(What to work on):
Go through the records line by line from the top and repeat each one exactly, ending with the line that contains "to ground. For".

Recorded data
===

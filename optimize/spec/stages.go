package spec

import (
	"fmt"
	"math"
	"slices"
	"strings"

	"plumb/optimize/family"
)

// Stage is one stage of a chain (Spec.Stages): the families it may use,
// its gain and its rails.
type Stage struct {
	Families []string `json:"families"`
	Gain     float64  `json:"gain"`
	Supply   Range    `json:"supply"`
}

// ChainStages is how many stages a chain takes: an instrumentation
// amplifier (or another first stage) and the stage into the ADC.
const ChainStages = 2

type rawStage struct {
	Family   string   `yaml:"family"`
	Families []string `yaml:"families"`
	Gain     string   `yaml:"gain"`
	Supply   string   `yaml:"supply"`
}

// IsChain reports whether the spec lists stages.
func (s *Spec) IsChain() bool { return len(s.Stages) > 0 }

// parseStages reads the stages of a chain. The top-level input is the
// first stage's; the top-level supply is every stage's unless a stage
// gives its own; the top-level reference feeds the last stage (and the ADC
// where it shares it), the earlier stages being referred to ground. For
// the rest of Parse the spec stands for its first stage (its families and
// gain), so that the input is checked against that stage; Parse then sets
// Gain to the chain's.
func parseStages(p *problems, r *rawSpec) []Stage {
	if len(r.Stages) == 0 {
		return nil
	}
	for _, f := range []struct{ name, val string }{{"family", r.Family}, {"gain", r.Gain}, {"output", r.Output}} {
		if f.val != "" {
			p.add(f.name, "given together with stages; a chain gives it per stage, under stages")
		}
	}
	if len(r.Families) > 0 {
		p.add("families", "given together with stages; a chain gives them per stage, under stages")
	}
	if len(r.Stages) != ChainStages {
		p.add("stages", "lists %d stages; a chain takes %d (a first stage, then the stage into the ADC)", len(r.Stages), ChainStages)
		return nil
	}
	out := make([]Stage, len(r.Stages))
	for i, rs := range r.Stages {
		at := fmt.Sprintf("stages[%d]", i)
		st := &out[i]
		switch {
		case rs.Family != "" && len(rs.Families) > 0:
			p.add(at+".family", "given together with families; use one of them")
		case rs.Family != "":
			st.Families = []string{strings.TrimSpace(rs.Family)}
		case len(rs.Families) > 0:
			st.Families = rs.Families
		default:
			p.add(at+".family", "missing; name one of %s, or list several under families", strings.Join(KnownFamilies, ", "))
		}
		kind := family.Input(-1)
		for j, name := range st.Families {
			fld := at + ".family"
			if len(rs.Families) > 0 {
				fld = fmt.Sprintf("%s.families[%d]", at, j)
			}
			f := family.Lookup(name)
			switch {
			case f == nil:
				p.add(fld, "%q is not a family; use one of %s", name, strings.Join(KnownFamilies, ", "))
			case slices.Index(st.Families, name) != j:
				p.add(fld, "%q is listed twice", name)
			case f.Input == family.Current || f.OutputRange:
				p.add(fld, "family %s cannot be a stage of a chain (its input is a current, or its gain follows from an output range); use a voltage-in, gain-given family", name)
			case kind >= 0 && f.Input != kind:
				p.add(fld, "family %s takes another kind of input than the stage's other families; list families of one input kind per stage", name)
			default:
				kind = f.Input
			}
		}
		if rs.Gain == "" {
			p.add(at+".gain", "missing; give the stage's gain, e.g. 10")
		} else {
			st.Gain = field(p, at+".gain", rs.Gain, uGain)
			if st.Gain == 0 && !p.failed(at+".gain") {
				p.add(at+".gain", "is zero; a stage needs a non-zero gain")
			}
		}
		if rs.Supply != "" {
			st.Supply = rangeField(p, at+".supply", rs.Supply, uVolt)
			if !p.failed(at+".supply") && (st.Supply.Min > 0 || st.Supply.Max < 0 || st.Supply.Min == st.Supply.Max) {
				p.add(at+".supply", "%q must span ground (0 V) between its rails; write e.g. 0..5V or ±15V", rs.Supply)
			}
		}
		for _, name := range st.Families {
			if f := family.Lookup(name); f != nil && st.Gain != 0 {
				if msg := f.GainProblem(st.Gain); msg != "" {
					p.add(at+".gain", "%g does not suit family %s: %s", st.Gain, f.Name, msg)
				}
			}
		}
	}
	if p.failed("stages") {
		return nil
	}
	return out
}

// StageSpec is the spec of stage i of a chain alone, as the search and the
// budget take it: the stage's families, gain and rails; the chain's input
// for the first stage; for a later stage, the earlier stage's ideal output
// as its input (a differential stage takes it between its inputs, the
// other input at the earlier stage's ground reference, so its common mode
// is half that output). The chain's reference feeds the last stage only;
// earlier stages are referred to ground. Only the last stage drives the
// spec's load; where the ADC shares the chain's reference, the last stage
// takes it as ideal. The stage spec has no limits and no ADC (the chain's apply
// to the chain's output; see StageLimits), and keeps the build, the
// temperature, the method and the rest.
func (s *Spec) StageSpec(i int) *Spec {
	st := s.Stages[i]
	sub := *s
	sub.Stages = nil
	sub.Families = slices.Clone(st.Families)
	sub.Gain = st.Gain
	sub.Offset = 0
	sub.Output = Range{}
	sub.Limits = Limits{}
	sub.ADC = nil
	sub.Name = fmt.Sprintf("%s stage %d", s.Name, i+1)
	if st.Supply != (Range{}) {
		sub.Supply = st.Supply
	}
	last := i == len(s.Stages)-1
	switch {
	case !last:
		sub.Reference = nil
		sub.LoadOhm, sub.LeakageA = 0, 0
	case s.Reference != nil && s.ADC != nil && s.ADC.SharedRef:
		// The ADC divides by the same reference: its tolerance and drift
		// enter the chain's total error once, ratiometrically, there.
		r := *s.Reference
		r.Tolerance, r.Drift = 0, 0
		sub.Reference = &r
	}
	if i > 0 {
		g := 1.0
		for _, p := range s.Stages[:i] {
			g *= p.Gain
		}
		a, b := g*s.Input.Min, g*s.Input.Max
		in := Range{Min: math.Min(a, b), Max: math.Max(a, b)}
		sub.Input = in
		sub.SourceOhm = 0 // an op-amp's output drives it
		sub.Differential = false
		sub.CommonMode = Range{}
		if f := family.Lookup(st.Families[0]); f != nil && f.Input == family.Differential {
			sub.Differential = true
			sub.CommonMode = Range{Min: in.Min / 2, Max: in.Max / 2}
		}
	}
	return &sub
}

// StageProblem is stage i of a chain as the chain's search and check
// judge it alone: StageSpec with StageLimits.
func (s *Spec) StageProblem(i int) *Spec {
	sub := s.StageSpec(i)
	sub.Limits = s.StageLimits(i)
	return sub
}

// StageLimits are limits on stage i of a chain that every chain design
// meeting the chain's limits also meets, so that a search of each stage
// under them loses no passing chain (the chain's cascade equations, in
// package budget, are never below the stage's own share): the gain error,
// gain drift and bandwidth limits apply to each stage; offset, offset
// drift and noise to the last stage as given and to an earlier stage
// divided by the |nominal gain| of the stages after it (its figures reach
// the output multiplied by at least that, as the cascade takes them); CMRR
// and input impedance to the first stage. The ADC's total error and drift
// give none.
func (s *Spec) StageLimits(i int) Limits {
	l := s.Limits
	after := 1.0
	for _, st := range s.Stages[i+1:] {
		after *= math.Abs(st.Gain)
	}
	out := Limits{GainError: l.GainError, GainDrift: l.GainDrift, BandwidthHz: l.BandwidthHz,
		OutputOffsetV: l.OutputOffsetV / after, OffsetDriftVK: l.OffsetDriftVK / after,
		NoiseRMSV: l.NoiseRMSV / after, NoiseDensity: l.NoiseDensity / after}
	if i == 0 {
		out.CMRRdB, out.InputImpedance = l.CMRRdB, l.InputImpedance
	}
	return out
}

// checkStages checks each stage's spec as Parse checks a one-stage spec
// (output swing against its rails, its reference, and for the last stage
// the ADC), each problem under its stage.
func checkStages(p *problems, s *Spec) {
	if s.Analysis.Method == MonteCarlo {
		p.add("analysis.method", "a chain is budgeted by worst-case or rss in this version; Monte Carlo of a chain is not built yet")
	}
	for i := range s.Stages {
		sub := s.StageSpec(i)
		if i == len(s.Stages)-1 {
			sub.ADC = s.ADC
		}
		q := &problems{kind: p.kind, file: p.file, index: p.index}
		checkConsistency(q, sub)
		for _, err := range q.errs {
			fe, ok := err.(*FieldError)
			if !ok {
				continue
			}
			at := fmt.Sprintf("stages[%d]", i)
			if strings.HasPrefix(fe.Field, "adc") || strings.HasPrefix(fe.Field, "reference") {
				at = fe.Field
			}
			p.add(at, "stage %d: %s: %s", i+1, fe.Field, fe.Msg)
		}
	}
}
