// fieldType is the type the YAML key name decodes into within a value of
// type t (a struct, inline structs included, or a map), or nil.
func fieldType(t reflect.Type, name string) reflect.Type {
	switch {
	case t == nil:
		return nil
	case t.Kind() == reflect.Map:
		return t.Elem()
	case t.Kind() != reflect.Struct:
		return nil
	}
	for i := range t.NumField() {
		f := t.Field(i)
		tag, opts, _ := strings.Cut(f.Tag.Get("yaml"), ",")
		switch {
		case strings.Contains(opts, "inline"):
			if ft := fieldType(f.Type, name); ft != nil {
				return ft
			}
		case tag == name, tag == "" && strings.ToLower(f.Name) == name:
			return f.Type
		}
	}
	return nil
}

// structTypes maps the name the decoder prints for each struct type reached
// from t ("spec.rawLimits") to its type, so that errors can list the fields
// a mapping takes.
func structTypes(t reflect.Type) map[string]reflect.Type {
	m := map[string]reflect.Type{}
	var visit func(t reflect.Type)
	visit = func(t reflect.Type) {
		for t.Kind() == reflect.Pointer || t.Kind() == reflect.Slice || t.Kind() == reflect.Map {
			t = t.Elem()
		}
		if t.Kind() != reflect.Struct || m[t.String()] != nil {
			return
		}
		m[t.String()] = t
		for i := range t.NumField() {
			visit(t.Field(i).Type)
		}
	}
	visit(t)
	return m
}

// yamlFields lists the field names a struct takes in YAML, inline structs
// expanded, in declaration order.
func yamlFields(t reflect.Type) []string {
	var out []string
	for i := range t.NumField() {
		f := t.Field(i)
		name, opts, _ := strings.Cut(f.Tag.Get("yaml"), ",")
		switch {
		case name == "-":
		case strings.Contains(opts, "inline") && f.Type.Kind() == reflect.Struct:
			out = append(out, yamlFields(f.Type)...)
		case name == "":
			out = append(out, strings.ToLower(f.Name))
		default:
			out = append(out, name)
		}
	}
	return out
}

// The decoder's messages (go.yaml.in/yaml/v3, decode.go).
var (
	reCannot     = regexp.MustCompile("^line ([0-9]+): cannot unmarshal (!![a-z]+)(?: `(.*)`)? into (.+)$")
	reUnknown    = regexp.MustCompile(`^line ([0-9]+): field (.+) not found in type (.+)$`)
	reDuplicate  = regexp.MustCompile(`^line ([0-9]+): mapping key (".*") already defined at line ([0-9]+)$`)
	reAlreadySet = regexp.MustCompile(`^line ([0-9]+): field (.+) already set in type (.+)$`)
)
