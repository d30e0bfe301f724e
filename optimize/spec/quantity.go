package spec

import (
	"errors"
	"fmt"
	"strings"

	"plumb/catalog/units"
)

// unit is one kind of quantity as a spec or design file writes it. Values
// are read by catalog/units: strictly (the unit must be written) through
// units.ParseStrict, or through a lenient parser where a bare number cannot
// be in doubt (resistance in ohm, gain in V/V).
type unit struct {
	what    string         // "voltage", for messages
	q       units.Quantity // read with units.ParseStrict or ParseRangeStrict
	lenient func(string) (float64, error)
	example string
}

// Quantities used in spec and design files.
var (
	uVolt     = unit{"voltage", units.Voltage, nil, "10V, 500mV or ±10V"}
	uAmp      = unit{"current", units.Current, nil, "5A, 2nA or 1.5uA"}
	uOhm      = unit{"resistance", units.Resistance, units.ParseResistance, "10k, 4.99k or 100"}
	uHertz    = unit{"frequency", units.Frequency, nil, "10kHz or 1MHz"}
	uWatt     = unit{"power", units.Power, nil, "0.125W or 125mW"}
	uDB       = unit{"level in dB", units.Level, nil, "80dB"}
	uVPerK    = unit{"drift", units.Drift, nil, "10uV/K"}
	uNoise    = unit{"noise density", units.VoltageNoise, nil, "20nV/rtHz"}
	uCurNoise = unit{"current noise density", units.CurrentNoise, nil, "0.5pA/rtHz"}
	uCelsius  = unit{"temperature", units.Temperature, nil, "25C or -40C"}
	uGain     = unit{"gain", units.Gain, units.ParseGain, "10, -2 or 0.25V/V"}
	uTransR   = unit{"gain", units.Transimpedance, units.ParseTransimpedance, "0.5V/A"}
	uKPerW    = unit{"thermal resistance", units.ThermalResistance, units.ParseThermalResistance, "250K/W"}
	uAol      = unit{"open-loop gain", units.OpenLoopGain, parseAol, "120dB, 1000V/mV or 1e6 (V/V)"}
	uPlain    = unit{"number", 0, func(s string) (float64, error) { return units.ParseQuantity(s, "") }, "3"}
	uFraction = unit{"fraction", units.Fraction, nil, "0.05%, ±0.1% or 500ppm"}
	uTempco   = unit{"temperature coefficient", units.Tempco, nil, "25ppm/K or ±5ppm/°C"}
)

// quantityError describes text that is not a quantity of the kind wanted.
type quantityError struct {
	input  string
	u      unit
	reason string
	err    error // from catalog/units
}

func (e *quantityError) Error() string {
	return fmt.Sprintf("%q %s; write it like %s", e.input, e.reason, e.u.example)
}

func (e *quantityError) Unwrap() error { return e.err }

// newQuantityError says in the spec's words why units refused s as a what:
// empty, without its unit, or not a what (with the reason units gives).
func newQuantityError(s string, u unit, what string, err error) error {
	article := "a "
	if strings.ContainsRune("aeiou", rune(what[0])) {
		article = "an "
	}
	reason := "is not " + article + what
	var ue *units.Error
	switch {
	case errors.Is(err, units.ErrBlank):
		reason = "is empty"
	case errors.Is(err, units.ErrNoUnit):
		reason = "has no unit"
	case errors.As(err, &ue):
		why := ue.Reason
		if strings.HasPrefix(why, `unknown unit or prefix "K`) {
			// catalog/units reads a capital K as kilo only in resistances
			// and frequencies; elsewhere K is the kelvin.
			why += ": kilo is a small k here; a capital K means kilo only in resistances and frequencies"
		}
		reason += " (" + why + ")"
	}
	return &quantityError{s, u, reason, err}
}

// parseQuantity reads one value such as "10k", "500mV", "80dB" into SI.
func parseQuantity(s string, u unit) (float64, error) {
	var v float64
	var err error
	if u.lenient != nil {
		v, err = u.lenient(s)
	} else {
		v, err = units.ParseStrict(s, u.q)
	}
	if err != nil {
		return 0, newQuantityError(s, u, u.what, err)
	}
	return v, nil
}

// parseFraction reads "0.05%", "500ppm" or "±0.1%" as a fraction. A bare
// number is refused: 0.1 could mean 10 % or 0.1 %.
func parseFraction(s string) (float64, error) { return parseQuantity(s, uFraction) }

// parsePPMPerK reads a temperature coefficient such as "25ppm/K" or
// "±5 ppm/°C" and returns it per kelvin as a fraction (25e-6).
func parsePPMPerK(s string) (float64, error) {
	v, err := parseQuantity(s, uTempco)
	return v / 1e6, err
}

// parseRange reads "±10V", "-10..10V", "0..4V" or a single "5V" (lo = hi)
// as an interval in SI (units.ParseRangeStrict). The unit may be written
// once at the end or on both ends.
func parseRange(s string, u unit) (lo, hi float64, err error) {
	lo, hi, err = units.ParseRangeStrict(s, u.q)
	if err != nil {
		return 0, 0, newQuantityError(s, u, u.what+" range", err)
	}
	return lo, hi, nil
}

// singleValue reports whether s reads as one value of u rather than as a
// range: "25C", not "25..25C" or "±5V".
func singleValue(s string, u unit) bool {
	_, err := units.ParseStrict(s, u.q)
	return err == nil
}

// parseAol reads an open-loop gain in dB, V/V, V/mV or V/µV; a bare number
// is V/V, as Design.Marshal writes it.
func parseAol(s string) (float64, error) {
	v, err := units.ParseOpenLoopGain(s)
	if errors.Is(err, units.ErrNoUnit) {
		return units.ParseGain(s)
	}
	return v, err
}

===

(Solution):
filename optimize/spec/stages.go
package spec

import (
	"fmt"
	"math"
	"slices"
	"strings"

	"plumb/optimize/family"
)

// Stage is one stage of a chain (Spec.Stages): the families it may use,
// its gain and its rails.
type Stage struct {
	Families []string `json:"families"`
	Gain     float64  `json:"gain"`
	Supply   Range    `json:"supply"`
}

// ChainStages is how many stages a chain takes: an instrumentation
// amplifier (or another first stage) and the stage into the ADC.
const ChainStages = 2

type rawStage struct {
	Family   string   `yaml:"family"`
	Families []string `yaml:"families"`
	Gain     string   `yaml:"gain"`
	Supply   string   `yaml:"supply"`
}

// IsChain reports whether the spec lists stages.
func (s *Spec) IsChain() bool { return len(s.Stages) > 0 }

// parseStages reads the stages of a chain. The top-level input is the
// first stage's; the top-level supply is every stage's unless a stage
// gives its own; the top-level reference feeds the last stage (and the ADC
// where it shares it), the earlier stages being referred to ground. For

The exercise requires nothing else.